# Neural Rendering

- Introduction
- Loss functions for nueral rendering
- Generative Adaverial Networks with 3D Control
- Neural Scene Representation and Rendering
- Novel View Syntehsis for Obejcts and Scenes
- Neural Volumetric Rendering: NeRF, etc

**SIGGRAPH2021 Course: Adavnces in Neural Rendering**link

## Introduction

- Michael Zollhoefer from Facebook Reality Labs Research
- Two alteratives of realisting image syntehsis
- Photo-realistic rendering: Lots of manual work + Full control of scene parameter
- Generative ML: Lots of data + Automatic training + Interactive inference/rendering

- Motivation: Creating photorealistic assets is challenging using classical CG techniques
- Neural Rendering?: 3 Components
- Generative networks that synthesis raw pixel output
- Controllable by interpretable parameters or by video/audio input
- Illumination, camera, pose, geometry, appearance, or semantic structure controllable

- Why neural rendering?:
- Can we learn (part of the) scene representation and/or (part of the) CG function?

- Neural Rendering Zoo
- “Regress it” (GQN): 1D code => 2D generative network => 2D image
- “Make it more real” (DVP, DNR): 3D mesh/points + 1D codes => CG (3D to 2D) => 2D encoder/decoder => 2D image
- “Regress and render” (Neural volume): 1D code => 2D generative network => 3D mesh/points + 2D texture + 3D volume => CG (3D to 2D) => 2D
- “Step, sample and blend” (NeRF=super popular in the community): 3D space => Coordinates => MLP => CG (3D to 2D) => 2D image

## Loss functions for nueral rendering

- Jun-Yan Zhu, CMU CS
- Problem statament?
- argmin_G Loss(G(x_input),y_output)
- So, what is a good objective loss function
**L**?

- Designing loss function?
- L2 regression: tends to average out L2-distance, not good for optimize each local image
- Classificiation loss - Cross entropoy objective with colofulness term
- Feature/Perceptual loss - Deep feature space matching objective

- Loss fucntion in Generative Adversary Network?
- Distinguish whether it is real of fake image?
- Using human annotation is expensive. So replace it with classifier!
- Check pix2pix, edge2cat
- What can pix2pix do?
- grayscale => automatic colorization
- scatch => photo
- But, it needs paired training data, which are expensive.

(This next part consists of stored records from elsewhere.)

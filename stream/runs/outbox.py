"""Rejected and scored messages in, records to topics out: sent once the journal has their order for good."""

from __future__ import annotations

import time
from collections import deque
from collections.abc import Callable, Mapping
from typing import Any, Protocol

import msgspec
import numpy as np
import numpy.typing as npt

from stream.decoding import Decoder
from stream.errors import Unavailable
from stream.exact import sigmoid
from stream.message import Block, Reject
from stream.settings import Settings

__all__ = ["Outbox", "Publisher"]

WAITING = 1 << 14
"""Records that wait at most: what is sent together costs one sync of the journal."""
WAITING_S = 0.5
FLUSH_S = 5.0
"""Less than the ten seconds in which a worker that is told to stop has to have ended."""


class Publisher(Protocol):
    """Writes records to topics."""

    def send(self, topic: str, key: bytes | None, value: bytes, headers: Mapping[str, bytes]) -> None:
        """Puts a record on its way; raises Unavailable where it could not be taken yet."""
        ...

    def flush(self, timeout_s: float) -> None:
        """Returns once all that was taken is acknowledged; raises Unavailable where that takes longer."""
        ...

    def close(self) -> None:
        """Lets the brokers go."""
        ...


class Score(msgspec.Struct):
    """What is sent of a scored message; `snapshot`: the newest one when it was scored."""

    id: Any
    probability: float
    margin: float
    topic: str
    partition: int
    offset: int
    snapshot: str | None


class Outbox:
    """Dead letters and scores of a worker. Implements stream.rejects.RejectSink.

    `connect` makes the publisher when it is first needed. `make_durable` is called before anything is sent,
    so that no reader sees a score that a resumed run would not give again. `snapshot` names the newest one.

    While the brokers are away records wait: `full` then says that no more may be added. After
    `unavailable_after_s` of that Unavailable is raised, without it never but by `sync`. `trouble`: why they
    take no records, while they take none. Raises what the publisher raises.
    """

    def __init__(
        self,
        settings: Settings,
        connect: Callable[[], Publisher],
        make_durable: Callable[[], None],
        snapshot: Callable[[], str | None],
        clock: Callable[[], float] = time.monotonic,
    ) -> None:
        self.where = f"topic {settings.rejects.topic}"
        self._rejects, self._scores = settings.rejects.topic, settings.scores.topic
        self._give_up_after_s = settings.worker.unavailable_after_s
        self._connect, self._make_durable = connect, make_durable
        self._snapshot, self._clock = snapshot, clock
        self._publisher: Publisher | None = None
        self._waiting: deque[tuple[str, bytes | None, bytes, Mapping[str, bytes]]] = deque()
        self._send_at = clock() + WAITING_S
        self._away_since: float | None = None
        self.trouble: str | None = None
        self._encoder = msgspec.json.Encoder()
        only_id = settings.model_copy(update={"fields": (), "crosses": ()})
        self._ids = Decoder(only_id, ids=True, labels=False) if settings.message.id else None

    @property
    def full(self) -> bool:
        """Whether so much waits that nothing more may be learned before it is gone."""
        return len(self._waiting) >= WAITING

    def put(self, number: int, block: Block, reject: Reject) -> None:
        """A dead letter: key and value as they came; where they came from and why they went as headers."""
        assert self._rejects is not None
        message = block.message(reject.row)
        headers = {
            "number": str(number),
            "topic": message.topic,
            "partition": str(message.partition),
            "offset": str(message.offset),
            "reason": reject.reason,
            "detail": reject.detail,
        }
        encoded = {name: text.encode("utf-8", "replace") for name, text in headers.items()}
        self._waiting.append((self._rejects, message.key, message.value, encoded))

    def scored(self, block: Block, rows: npt.NDArray[np.int64], margins: npt.NDArray[np.float64]) -> None:
        """A score for each of `rows` of the block, whose margins these are."""
        assert self._scores is not None
        ids = self._ids_of(block)
        snapshot = self._snapshot()
        offsets = block.offsets[rows].tolist()
        for row, margin, offset in zip(rows.tolist(), margins.tolist(), offsets, strict=True):
            score = Score(
                ids.get(row), sigmoid(margin), margin, block.topic, block.partition, offset, snapshot
            )
            self._waiting.append((self._scores, None, self._encoder.encode(score), {}))

    def keep_up(self) -> None:
        """Sends what waits, where it is much or has waited long; after each block, and now and then."""
        if self.full or self._clock() >= self._send_at:
            self._attempt(self._send)

    def try_sync(self) -> bool:
        """Whether everything is acknowledged; False where the brokers are away and may come back."""
        return self._attempt(self.sync)

    def sync(self) -> None:
        """Returns once everything is acknowledged; raises Unavailable where it is not within seconds."""
        self._send()
        if self._publisher is not None:
            self._publisher.flush(FLUSH_S)

    def close(self) -> None:
        """Lets the brokers go; what still waits is in no checkpoint and will come again."""
        if self._publisher is not None:
            self._publisher.close()
            self._publisher = None

    def _attempt(self, call: Callable[[], None]) -> bool:
        try:
            call()
        except Unavailable as away:
            self.trouble = str(away)
            now = self._clock()
            self._away_since = now if self._away_since is None else self._away_since
            if self._give_up_after_s is not None and now - self._away_since >= self._give_up_after_s:
                raise
            return False
        self._away_since = self.trouble = None
        return True

    def _send(self) -> None:
        self._send_at = self._clock() + WAITING_S
        if not self._waiting:
            return
        self._make_durable()
        if self._publisher is None:
            self._publisher = self._connect()
        while self._waiting:
            self._publisher.send(*self._waiting[0])
            self._waiting.popleft()

    def _ids_of(self, block: Block) -> dict[int, Any]:
        """Ids by row, of the messages that have one that can be read."""
        if self._ids is None:
            return {}
        examples, _ = self._ids.decode(block)
        return dict(zip(examples.rows.tolist(), examples.ids, strict=True))
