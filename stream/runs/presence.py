"""Settings and decoded messages in; what makes them learn nothing out: no outcome, a path never met."""

from __future__ import annotations

from collections.abc import Iterator

from stream.errors import BadSettings
from stream.message import Examples
from stream.settings import Settings

__all__ = ["Presence", "refuse_late_outcomes", "refuse_unlearnable"]


def refuse_late_outcomes(settings: Settings) -> None:
    """Raises BadSettings where outcomes come in a feed of their own: no command joins them yet."""
    if settings.outcomes.kind != "inline":
        raise BadSettings(
            f'outcomes.kind = "{settings.outcomes.kind}": this version does not join outcomes that come in a '
            "feed of their own yet. Put them into the messages, name their path in message.label, and set "
            'outcomes.kind = "inline"'
        )


def refuse_unlearnable(settings: Settings) -> None:
    """Raises BadSettings where the settings name no outcome or no field, or one that is not joined yet."""
    refuse_late_outcomes(settings)
    if settings.message.label is None:
        raise BadSettings(
            "message.label is not set: without the outcome nothing is learned. Give its path in the settings "
            "file, or with --set message.label=PATH"
        )
    if not settings.fields:
        raise BadSettings(
            "no [[fields]] in the settings: without a field there is nothing to learn from. Name at least "
            "one; `bedload init --sample LOG` guesses them"
        )


class Presence:
    """Which paths of the settings had a value in any message of this run. It is no state: a run that was
    gone on with knows only what it read itself."""

    def __init__(self, settings: Settings) -> None:
        self._label = settings.message.label
        self._labelled = self._any = False
        self._unseen = {field.path: field.name for field in reversed(settings.fields)}

    def observe(self, examples: Examples) -> None:
        """Looks at the paths without a value so far."""
        self._any = self._any or len(examples) > 0
        self._labelled = self._labelled or bool((examples.labels >= 0).any())
        for path in list(self._unseen):
            column = examples.columns[path]
            if column.count(None) != len(column):
                del self._unseen[path]

    def warnings(self, resumed: bool) -> Iterator[str]:
        """A line for each path that no message had; none for a `resumed` run, whose earlier part may have."""
        if not self._any or resumed:
            return
        if not self._labelled:
            yield f"no message had `{self._label}` (message.label): nothing was learned; is the path right?"
        for path, name in reversed(self._unseen.items()):
            yield f"no message had `{path}` (field {name}): is the path right?"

- Check Cycle-consistent adversarial networks: horse to zebra, orange to apple!
- How to train with unpaired data (shape of horse + texture of zebra with differnt shape?)
- Cycle-consistent loss: horse (X) to zebra (G(x)), and zebra to horse again (F(G(x))

- Patch-based contrastive loss using cosine similarity of small patches of X and G(X)
- Summary

## Generative Adaverial Networks with 3D Control

- Ayush Tewari, Max Planck Institute for Informatics
- GAN?
- Supervised training of GAN for neural rendering?
- Add scene prarameters (illumination/pose) to input data and do supervised training
- Training with synthetic datasets (so, no need lots of labeled data pairs)
- Training with supervised pairs? Add annotation tools and move along nomal direction of semantic property (pose/gender/expression) hyperplane in the latent space.
- Add non-linearity for high quality control!
- Inverse graphics & 3D control the semantic property gradually!

- Unsupervised methods?
- Training generator for controllability
- Projecting real images to latent vector using optimziation-based methods
- Editing the projected latent vector
- Reguralization
- Transformation
- Learning-based methods for projection (not optimization): Using encoder!

- Challenges?
- What can be edited?: Widen adjustable control parameters!
- What can be projected?: Trade betwen quality of projection/reconstruction/realistic-editing

- 3D GANs?
- View points can be controlled explicitly!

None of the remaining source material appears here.